Even during the conflict with the LTTE, while India supported military action against the militant forces, it always cautioned Colombo about protecting the rights of the Tamil civilian population and ensuring their welfare.
President Mahinda Rajapaksa has assured India several times about his commitment to a constitutional amendment to devolve powers to the Tamils.
It was passed in 1987 as a result of the Indo-Sri Lanka Accord but its legality has been questioned in the Supreme Court.
So although President Rajapaksa talks of a devolution process that would be more than that promised earlier – he calls it "13th amendment PLUS", there is uncertainty about what this would mean.
Many ministers in the Rajapaksa government are openly opposed to devolution and the president himself seems to be backtracking on it. A parliamentary select committee which will make suggestions on the Tamil issue is yet to be set up.
Colombo, however, has failed to read India’s disappointment with bilateral efforts. If it had started negotiations for devolution with the Tamil National Alliance (TNA), the UNHRC resolution imbroglio may not have taken place.
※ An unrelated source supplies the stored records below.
import { pipeline } from 'node:stream/promises';
import { Router } from 'express';
import { z } from 'zod';
import {
  baselineInputSchema,
  compareStillInputSchema,
  compareStillQuerySchema,
  focusPointInputSchema,
  focusPointOrderSchema,
  planQuerySchema,
  seasonInputSchema,
} from '@shared/schemas/plan.schema';
import { principalOf } from '../middleware/auth.middleware';
import { validate } from '../middleware/validate.middleware';
import type { RouteContext } from './context';

const athleteParams = z.object({ id: z.string().uuid('Not an athlete id') });
const focusPointParams = z.object({ id: z.string().uuid('Not a focus point id') });
const stillParams = z.object({ id: z.string().uuid('Not a still id') });
const orderBody = focusPointOrderSchema.and(z.object({ seasonId: z.string().uuid('Choose a season') }));

/** Seasons, season plans (focus points, baseline, progress) and side-by-side stills of compared clips. */
export function planRoutes(ctx: RouteContext): Router {
  const router = Router();
  const { guard } = ctx;

  router.get('/api/seasons', guard.authenticate, guard.authorize('season:read'), async (req, res) => {
    res.json({ seasons: await ctx.plans.listSeasons(principalOf(req)) });
  });
  router.post(
    '/api/seasons',
    guard.authenticate,
    guard.authorize('season:write'),
    validate({ body: seasonInputSchema }),
    async (req, res) => {
      res.status(201).json({ season: await ctx.plans.createSeason(principalOf(req), req.body) });
    },
  );

  router.get(
    '/api/athletes/:id/plan',
    guard.authenticate,
    guard.authorize('plan:read'),
    validate({ params: athleteParams, query: planQuerySchema }),
    async (req, res) => {
      const { seasonId } = req.query as { seasonId?: string };
      res.json(await ctx.plans.getPlan(principalOf(req), req.params.id as string, seasonId));
    },
  );
  router.post(
    '/api/athletes/:id/focus-points',
    guard.authenticate,
    guard.authorize('plan:write'),
    validate({ params: athleteParams, body: focusPointInputSchema }),
    async (req, res) => {
      const point = await ctx.plans.addFocusPoint(principalOf(req), req.params.id as string, req.body);
      res.status(201).json({ focusPoint: point });
    },
  );
  router.put(
    '/api/athletes/:id/focus-points/order',
    guard.authenticate,
    guard.authorize('plan:write'),
    validate({ params: athleteParams, body: orderBody }),
    async (req, res) => {
      const body = req.body as { seasonId: string; ids: string[] };
      const points = await ctx.plans.reorder(
        principalOf(req),
        req.params.id as string,
        body.seasonId,
        body.ids,
      );
      res.json({ focusPoints: points });
    },
  );
  router.put(
    '/api/athletes/:id/baseline',
    guard.authenticate,
    guard.authorize('plan:write'),
    validate({ params: athleteParams, body: baselineInputSchema }),
    async (req, res) => {
      const body = req.body as { seasonId: string; clipId: string | null };
      res.json(
        await ctx.plans.setBaseline(principalOf(req), req.params.id as string, body.seasonId, body.clipId),
      );
    },
  );
  router.put(
    '/api/focus-points/:id',
    guard.authenticate,
    guard.authorize('plan:write'),
    validate({ params: focusPointParams, body: focusPointInputSchema }),
    async (req, res) => {
      res.json({
        focusPoint: await ctx.plans.updateFocusPoint(principalOf(req), req.params.id as string, req.body),
      });
    },
  );
  router.delete(
    '/api/focus-points/:id',
    guard.authenticate,
    guard.authorize('plan:write'),
    validate({ params: focusPointParams }),
    async (req, res) => {
      await ctx.plans.deleteFocusPoint(principalOf(req), req.params.id as string);
      res.status(204).end();
    },
  );

  router.get(
    '/api/compare-stills',
    guard.authenticate,
    guard.authorize('compare:read'),
    validate({ query: compareStillQuerySchema }),
    async (req, res) => {
      const { a, b } = req.query as { a: string; b: string };
      res.json({ stills: await ctx.compareStills.list(principalOf(req), a, b) });
    },
  );
  router.post(
    '/api/compare-stills',
    guard.authenticate,
    guard.authorize('compare:write'),
    validate({ body: compareStillInputSchema }),
    async (req, res) => {
      res.status(201).json({ still: await ctx.compareStills.save(principalOf(req), req.body) });
    },
  );
  router.get(
    '/api/compare-stills/:id/image',
    guard.authenticate,
    guard.authorize('compare:read'),
    validate({ params: stillParams }),
    async (req, res) => {
      const still = await ctx.compareStills.image(principalOf(req), req.params.id as string);
      res.setHeader('Content-Type', 'image/png');
      res.setHeader('Cache-Control', 'private, max-age=3600');
      res.setHeader('Content-Disposition', `inline; filename="side-by-side-${still.id.slice(0, 8)}.png"`);
      await pipeline(await ctx.storage.getStream(still.storageKey), res);
    },
  );
  return router;
}
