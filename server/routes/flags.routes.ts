import { Router } from 'express';
import { z } from 'zod';
import { flagQuerySchema, flagUpdateSchema, type FlagQuery } from '@shared/schemas/flag.schema';
import { principalOf } from '../middleware/auth.middleware';
import { validate } from '../middleware/validate.middleware';
import type { RouteContext } from './context';

const flagParamsSchema = z.object({ id: z.string().uuid('Not a flag id') });

export function flagRoutes(ctx: RouteContext): Router {
  const router = Router();
  const { guard } = ctx;
  router.get(
    '/api/flags',
    guard.authenticate,
    guard.authorize('flag:read'),
    validate({ query: flagQuerySchema }),
    async (req, res) => {
      res.json(await ctx.flags.list(principalOf(req), req.query as unknown as FlagQuery));
    },
  );
  router.patch(
    '/api/flags/:id',
    guard.authenticate,
    guard.authorize('flag:review'),
    validate({ params: flagParamsSchema, body: flagUpdateSchema }),
    async (req, res) => {
      res.json(await ctx.flags.update(principalOf(req), req.params.id as string, req.body));
    },
  );
  return router;
}
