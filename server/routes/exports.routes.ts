import { Router, type Request, type Response } from 'express';
import type { ExportKind } from '@shared/exports/codebook';
import {
  exportCountQuerySchema,
  exportQuerySchema,
  type ExportCountQuery,
  type ExportQuery,
} from '@shared/schemas/export.schema';
import { principalOf } from '../middleware/auth.middleware';
import { validate } from '../middleware/validate.middleware';
import type { RouteContext } from './context';

export function exportRoutes(ctx: RouteContext): Router {
  const router = Router();
  const { guard } = ctx;

  const download = (kind: ExportKind) => async (req: Request, res: Response) => {
    const query = req.query as unknown as ExportQuery;
    let closed = false;
    res.on('close', () => (closed = true));
    // The clips are looked up before the first byte, so a clip outside the caller's reach is a 404.
    const plan = await ctx.exports.plan(principalOf(req), query);
    const day = new Date().toISOString().slice(0, 10);
    res.setHeader('Content-Type', 'text/csv; charset=utf-8');
    res.setHeader('Content-Disposition', `attachment; filename="stanceline-${kind}-${day}.csv"`);
    res.setHeader('Cache-Control', 'no-store');
    await ctx.exports.write(plan, kind, query, res, () => closed);
  };

  for (const kind of ['frames', 'keypoints', 'turns'] as const) {
    router.get(
      `/api/exports/${kind}.csv`,
      guard.authenticate,
      guard.authorize('export:read'),
      validate({ query: exportQuerySchema }),
      download(kind),
    );
  }
  router.get(
    '/api/exports/count',
    guard.authenticate,
    guard.authorize('export:read'),
    validate({ query: exportCountQuerySchema }),
    async (req, res) => {
      res.json(await ctx.exports.count(principalOf(req), req.query as unknown as ExportCountQuery));
    },
  );
  router.get('/api/exports/codebook', guard.authenticate, guard.authorize('export:read'), (_req, res) => {
    res.json(ctx.exports.codebook());
  });
  return router;
}
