import type { Loop, Segment, Vec2 } from './types.js';
import { arc, closestPoint, endOf, startOf, subSegment, tangentAt } from './segment.js';
import { SMOOTH_JOINT_RAD } from './tolerance.js';
import { carrierHits, type Carrier } from './carriers.js';
import { cross, dist, dot, normAngle, sub } from './vec.js';

export class FilletError extends Error {
  constructor(
    message: string,
    readonly at: Vec2,
  ) {
    super(message);
  }
}

export type CornerSide = 'inside' | 'outside';

/**
 * Corners of a loop, as indices of the segment that ends there. Inside corners turn right (material
 * is on the left, so the material wraps round the corner: a router leaves its radius there);
 * outside corners turn left.
 */
export function cornerIndices(loop: Loop, side: CornerSide): number[] {
  const out: number[] = [];
  const s = Math.sin(SMOOTH_JOINT_RAD);
  for (let i = 0; i < loop.length; i++) {
    if (loop.length === 1) break;
    const ta = tangentAt(loop[i], 1);
    const tb = tangentAt(loop[(i + 1) % loop.length], 0);
    const turn = cross(ta, tb);
    const reversal = dot(ta, tb) < 0 && Math.abs(turn) <= s;
    if (side === 'inside' ? turn < -s || reversal : turn > s) out.push(i);
  }
  return out;
}

/** Indices of the segments that end at an inside corner (see cornerIndices). */
export const insideCornerIndices = (loop: Loop): number[] => cornerIndices(loop, 'inside');

/**
 * Round every inside corner of the loop with an arc of radiusMm tangent to both neighbours
 * (line–line, line–arc and arc–arc joints alike). The loop keeps its orientation.
 * Throws FilletError when a neighbouring segment is too short to take the fillet.
 */
export function filletInsideCorners(loop: Loop, radiusMm: number): Loop {
  return filletCorners(loop, radiusMm, 'inside');
}

/**
 * Round the inside or the outside corners of a loop (see filletInsideCorners). When a segment next
 * to a corner is too short to take the fillet (a small corner round, a short edge stub), the fillet
 * may reach past up to two such segments and replace them, as a rolling ball would.
 */
export function filletCorners(loop: Loop, radiusMm: number, side: CornerSide): Loop {
  if (radiusMm <= 0) return loop;
  const corners = cornerIndices(loop, side);
  if (corners.length === 0) return loop;
  const sign = side === 'inside' ? 1 : -1;
  const n = loop.length;
  const keep: Array<[number, number]> = loop.map(() => [0, 1]);
  const dropped = new Array<boolean>(n).fill(false);
  const filletAfter = new Map<number, Segment>();
  const SPANS: ReadonlyArray<[number, number]> = [[0, 0], [0, 1], [1, 0], [1, 1], [0, 2], [2, 0]];
  for (const i of corners) {
    if (dropped[i] || dropped[(i + 1) % n] || filletAfter.has(i)) continue;
    const corner = endOf(loop[i]);
    let done = false;
    for (const [before, after] of SPANS) {
      if (before + after + 2 > n) continue;
      const ia = (i - before + n) % n;
      const ib = (i + 1 + after) % n;
      const skipped = [...range(before).map((k) => (i - k + n) % n), ...range(after).map((k) => (i + 1 + k) % n)];
      if (skipped.some((k) => dropped[k]) || dropped[ia] || dropped[ib]) continue;
      const fit = fitFillet(loop[ia], loop[ib], radiusMm, sign, corner);
      if (!fit) continue;
      if (fit.ta.t < keep[ia][0] - 1e-12 || fit.tb.t > keep[ib][1] + 1e-12) continue;
      if (skipped.some((k) => closestPoint(loop[k], fit.centre).distance < radiusMm - 1e-6)) continue;
      keep[ia][1] = fit.ta.t;
      keep[ib][0] = fit.tb.t;
      for (const k of skipped) dropped[k] = true;
      const a0 = Math.atan2(fit.ta.point[1] - fit.centre[1], fit.ta.point[0] - fit.centre[0]);
      const a1 = Math.atan2(fit.tb.point[1] - fit.centre[1], fit.tb.point[0] - fit.centre[0]);
      filletAfter.set(ia, arc(fit.centre, radiusMm, a0, side === 'inside' ? -normAngle(a0 - a1) : normAngle(a1 - a0)));
      done = true;
      break;
    }
    if (!done) throw new FilletError(`a fillet of radius ${radiusMm} mm does not fit the edges next to this corner`, corner);
  }
  const out: Segment[] = [];
  for (let i = 0; i < n; i++) {
    const [t0, t1] = keep[i];
    if (!dropped[i]) {
      if (t1 - t0 < -1e-12) throw new FilletError(`fillets of radius ${radiusMm} mm overlap on one edge`, startOf(loop[i]));
      if (t1 - t0 > 1e-9) out.push(t0 === 0 && t1 === 1 ? loop[i] : subSegment(loop[i], t0, t1));
    }
    const f = filletAfter.get(i);
    if (f) out.push(f);
  }
  return out;
}

const range = (k: number): number[] => Array.from({ length: k }, (_, j) => j);

/** The tangent circle nearest the corner whose tangent points fall on both segments, or null. */
function fitFillet(a: Segment, b: Segment, radiusMm: number, sign: number, corner: Vec2) {
  for (const centre of filletCentres(a, b, radiusMm * sign, corner)) {
    const ta = closestPoint(a, centre);
    const tb = closestPoint(b, centre);
    if (Math.abs(ta.distance - radiusMm) <= 1e-6 && Math.abs(tb.distance - radiusMm) <= 1e-6) return { centre, ta, tb };
  }
  return null;
}

/**
 * Centres of circles tangent to both segments' carriers, nearest the corner first: on their right for r > 0,
 * on their left for r < 0 (|r| is the radius).
 */
function filletCentres(a: Segment, b: Segment, r: number, corner: Vec2): Vec2[] {
  return intersectOffsets(offsetRight(a, r), offsetRight(b, r)).sort((p, q) => dist(p, corner) - dist(q, corner));
}

function offsetRight(s: Segment, r: number): Carrier | null {
  if (s.kind === 'line') {
    const t = tangentAt(s, 0);
    return { kind: 'line', p: [s.start[0] + t[1] * r, s.start[1] - t[0] * r], d: t };
  }
  // Offsetting to the right moves away from the centre of a counter-clockwise arc.
  const rr = s.sweepRad > 0 ? s.radius + r : s.radius - r;
  if (rr <= 0) return null;
  return { kind: 'circle', c: s.center, r: rr };
}

const intersectOffsets = (x: Carrier | null, y: Carrier | null): Vec2[] => (x && y ? carrierHits(x, y) : []);
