import type { Loop, Vec2 } from './types.js';
import { intersectSegments } from './intersect.js';
import { endOf, lengthOf, segmentBBox, startOf } from './segment.js';
import { maxChainGap } from './loop.js';
import { CHAIN_GAP_MM, COINCIDENT_MM } from './tolerance.js';
import { dist } from './vec.js';

export type LoopProblem = Readonly<{ kind: 'open' | 'degenerate' | 'self-intersection'; at: Vec2; detail: string }>;

/**
 * First problem that keeps the loop from being a valid cut contour: a gap between consecutive
 * segments, a zero-length segment, or two segments crossing or touching anywhere except at their
 * shared end. Null when the loop is a simple closed curve.
 */
export function loopProblem(loop: Loop, gapMm = CHAIN_GAP_MM): LoopProblem | null {
  if (loop.length === 0) return { kind: 'degenerate', at: [0, 0], detail: 'empty loop' };
  const gap = maxChainGap(loop);
  if (gap.gapMm > gapMm) return { kind: 'open', at: gap.at, detail: `gap of ${gap.gapMm.toFixed(4)} mm` };
  for (const s of loop) {
    if (lengthOf(s) <= COINCIDENT_MM) return { kind: 'degenerate', at: startOf(s), detail: 'zero-length segment' };
  }
  const n = loop.length;
  const boxes = loop.map(segmentBBox);
  for (let i = 0; i < n; i++) {
    for (let j = i + 1; j < n; j++) {
      const a = boxes[i];
      const b = boxes[j];
      if (a[0] > b[2] + gapMm || b[0] > a[2] + gapMm || a[1] > b[3] + gapMm || b[1] > a[3] + gapMm) continue;
      const adjacentNext = j === i + 1;
      const adjacentPrev = i === 0 && j === n - 1;
      for (const h of intersectSegments(loop[i], loop[j], COINCIDENT_MM)) {
        if (adjacentNext && dist(h.point, endOf(loop[i])) <= gapMm) continue;
        if (adjacentPrev && dist(h.point, startOf(loop[i])) <= gapMm) continue;
        if (n === 2 && (dist(h.point, startOf(loop[i])) <= gapMm || dist(h.point, endOf(loop[i])) <= gapMm)) continue;
        return { kind: 'self-intersection', at: h.point, detail: `segments ${i} and ${j} meet` };
      }
    }
  }
  return null;
}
The all-party parliamentarians’ delegation emphasised these issues – urging that a dialogue be restarted in which the TNA is given an honourable role and that the parliamentary select committee on devolution be set up soon. Most importantly, it left Colombo in no doubt that the Indian political parties were united on this issue.
Having created an anti-West frenzy it may not be easy for the Rajapaksa government to back away from it.
It derives its social power from a peculiar psyche – of Sri Lanka (that is, the majority Sinhalas) being isolated by evil powers.
However, the Rajapaksa government could still move in the direction that Delhi is pushing it.
While maintaining its anti-West, anti-imperialist facade, it could compromise on implementing the Lessons Learnt and Reconciliation Commission’s recommendations. That would be the pragmatic way forward. Delhi after all is not seeking regime change in Colombo.